General information
- Type: Glider
- National origin: Poland
- Designer: Mieczysław Siegel
- Number built: 1

History
- First flight: 1924

= Siegel MS 2 =

The Siegel MS 2 was a Polish, amateur-built glider incorporating lessons learned from his first design. It first flew in 1924 but had only a brief career. In 1925 an improved variant, the MS 3, flew briefly.

==Design and development==

Mieczysław Siegel, a schoolteacher from Skrzynice near Lublin, designed and built his first aircraft, the Siegel MS 1, in the school summer holidays of 1923. It was a simple, small and very light foot-launched glider. Over the next summer he built its improved successor, the MS 2. This retained the earlier glider's low cost paper and card covering over a simple wooden structure but was no longer foot launched, allowing a conventional cockpit. It also had a simpler wing and a more conventional, less vulnerable tail.

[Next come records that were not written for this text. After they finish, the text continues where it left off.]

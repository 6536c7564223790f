#pragma once
// Marching: options, handles for the loop, longer runs.

#include <limits>
#include <tepor/c/impl/field.hpp>
#include <tepor/c/impl/handles.hpp>

namespace tepor::c {

inline tepor_march* make_march(const Body& body, const Initial& start, const tepor_march_options* given) {
    tepor_march_options o = tepor_march_options_default();
    if (given->size < sizeof(std::size_t)) misuse("start the options from tepor_march_options_default()");
    std::memcpy(&o, given, std::min(given->size, sizeof o));
    if (o.step > 0.0) {
        Theta theta{.theta = o.theta, .step = o.step};
        theta.damped_start = o.damped_start != 0;
        theta.newton_passes = o.newton_passes;
        return new tepor_march{March(body, start, theta), {}, {}};
    }
    Adaptive adaptive{.tolerance = o.tolerance};
    if (o.largest_step > 0.0) adaptive.largest_step = o.largest_step;
    return new tepor_march{March(body, start, adaptive), {}, {}};
}

} // namespace tepor::c

extern "C" {

tepor_march_options tepor_march_options_default(void) {
    tepor_march_options o{};
    o.size = sizeof o;
    o.theta = 0.5;
    o.tolerance = 0.01;
    o.damped_start = 1;
    return o;
}

tepor_status tepor_march_create(tepor_session* session, const tepor_body* body, double temperature,
                                const tepor_march_options* options, tepor_march** out) {
    return tepor::c::run(session, body && options && out,
                         [&] { *out = tepor::c::make_march(body->body, tepor::initial(temperature), options); });
}
tepor_status tepor_march_create_from(tepor_session* session, const tepor_body* body, const tepor_field* field,
                                     const tepor_march_options* options, tepor_march** out) {
    return tepor::c::run(session, body && field && options && out,
                         [&] { *out = tepor::c::make_march(body->body, tepor::initial(field->field), options); });
}
void tepor_march_free(tepor_march* march) {
    delete march;
}

tepor_status tepor_march_watch(tepor_session* session, tepor_march* march, const tepor_quantity* quantity,
                               int64_t* probe) {
    return tepor::c::run(session, march && quantity && probe, [&] {
        march->probes.push_back(march->march.watch(quantity->quantity));
        *probe = static_cast<int64_t>(march->probes.size()) - 1;
    });
}
tepor_status tepor_march_drive(tepor_session* session, tepor_march* march, const tepor_parameter* parameter,
                               int64_t* input) {
    return tepor::c::run(session, march && parameter && input, [&] {
        march->inputs.push_back(march->march.drive(parameter->parameter));
        *input = static_cast<int64_t>(march->inputs.size()) - 1;
    });
}

void tepor_march_set(tepor_march* march, int64_t input, double value) {
    if (march && input >= 0 && static_cast<size_t>(input) < march->inputs.size())
        march->march.set(march->inputs[static_cast<size_t>(input)], value);
}
double tepor_march_read(const tepor_march* march, int64_t probe) {
    if (!march || probe < 0 || static_cast<size_t>(probe) >= march->probes.size())
        return std::numeric_limits<double>::quiet_NaN();
    return march->march[march->probes[static_cast<size_t>(probe)]];
}
int32_t tepor_march_advance(tepor_march* march) {
    return march ? static_cast<int32_t>(march->march.advance().verdict()) : 16;
}
const char* tepor_verdict_text(int32_t verdict) {
    return verdict == 16 ? "the march is NULL" : tepor::text_of(static_cast<tepor::Verdict>(verdict));
}
double tepor_march_time(const tepor_march* march) {
    return march ? march->march.time() : 0.0;
}

tepor_status tepor_march_advance_to(tepor_session* session, tepor_march* march, double time) {
    return tepor::c::run(session, march, [&] { march->march.advance_to(time); });
}
tepor_status tepor_march_time_to_reach(tepor_session* session, tepor_march* march, const tepor_quantity* quantity,
                                       double value, double latest, double* time) {
    return tepor::c::run(session, march && quantity && time,
                         [&] { *time = march->march.time_to_reach(quantity->quantity, value, latest); });
}
tepor_status tepor_march_value(tepor_session* session, const tepor_march* march, const tepor_quantity* quantity,
                               double* out) {
    return tepor::c::run(session, march && quantity && out, [&] { *out = march->march[quantity->quantity]; });
}
tepor_status tepor_march_field(tepor_session* session, const tepor_march* march, tepor_field** out) {
    return tepor::c::run(session, march && out, [&] { *out = new tepor_field{march->march.field()}; });
}
tepor_status tepor_march_balance(tepor_session* session, const tepor_march* march, tepor_balance* balance) {
    return tepor::c::run(session, march && balance,
                         [&] { tepor::c::give(tepor::c::balance_of(march->march.balance()), balance); });
}
tepor_status tepor_march_total(tepor_session* session, const tepor_march* march, tepor_balance* balance) {
    return tepor::c::run(session, march && balance,
                         [&] { tepor::c::give(tepor::c::balance_of(march->march.total()), balance); });
}

} // extern "C"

Like its predecessor, the MS 2 had its high wing on top of the fuselage. The rectangular plan wing was built around two spars, covered with wrapping paper stiffened with gelatin. The forward spar was braced with a strut to the lower fuselage and the rear one by wire, allowing lateral control by wing warping as used on the MS 1.

The cardboard covered fuselage had a rectangular section which tapered rearwards more strongly than that of the MS 1 and had an open cockpit overlooking the mid-wing. The MS 2's tail surfaces were all paper-covered, with a tailplane that was triangular as before but less broad in chord and mounted at mid-fuselage. It carried a one-piece, large area elevator. The fin was now conventionally on top of the fuselage, triangular in profile and with a rhomboidal rudder which gave the elevator clearance to move upwards.

The MS 3 was a final development. It was broadly similar to the MS 2 but the wing strut was replaced by wire and the paper and card covering by fabric. There was no fin and it had new, cross-axle, wheeled landing gear.

==Operational history==

Both the MS 2 and MS 3 had short lives. At the first attempts to rope-launch the former, the wind dropped and it would not take-off with a pilot aboard. To please the crowd Siegel flew it empty, as a kite. It performed well several times, then destabilized and crashed to destruction.

The MS 3's new landing gear proved a handicap, tending to sink into soft ground and making rope launches more difficult. Short hops were made with rope launches though it is not known if the rope was cleared. After its flying life ended in a crash it was repaired, then exhibited at an aeronautics show at Lublin.

==Variants==
- MS 2
  1924 revision of MS 1. Slightly larger all round, new wing with rigid forward braces; new empennage. Rope launched so conventional cockpit.
- MS 3
  1925 revision of MS 2. Few details available, but with new undercarriage and fabric covered, all-wire wing bracing and finless.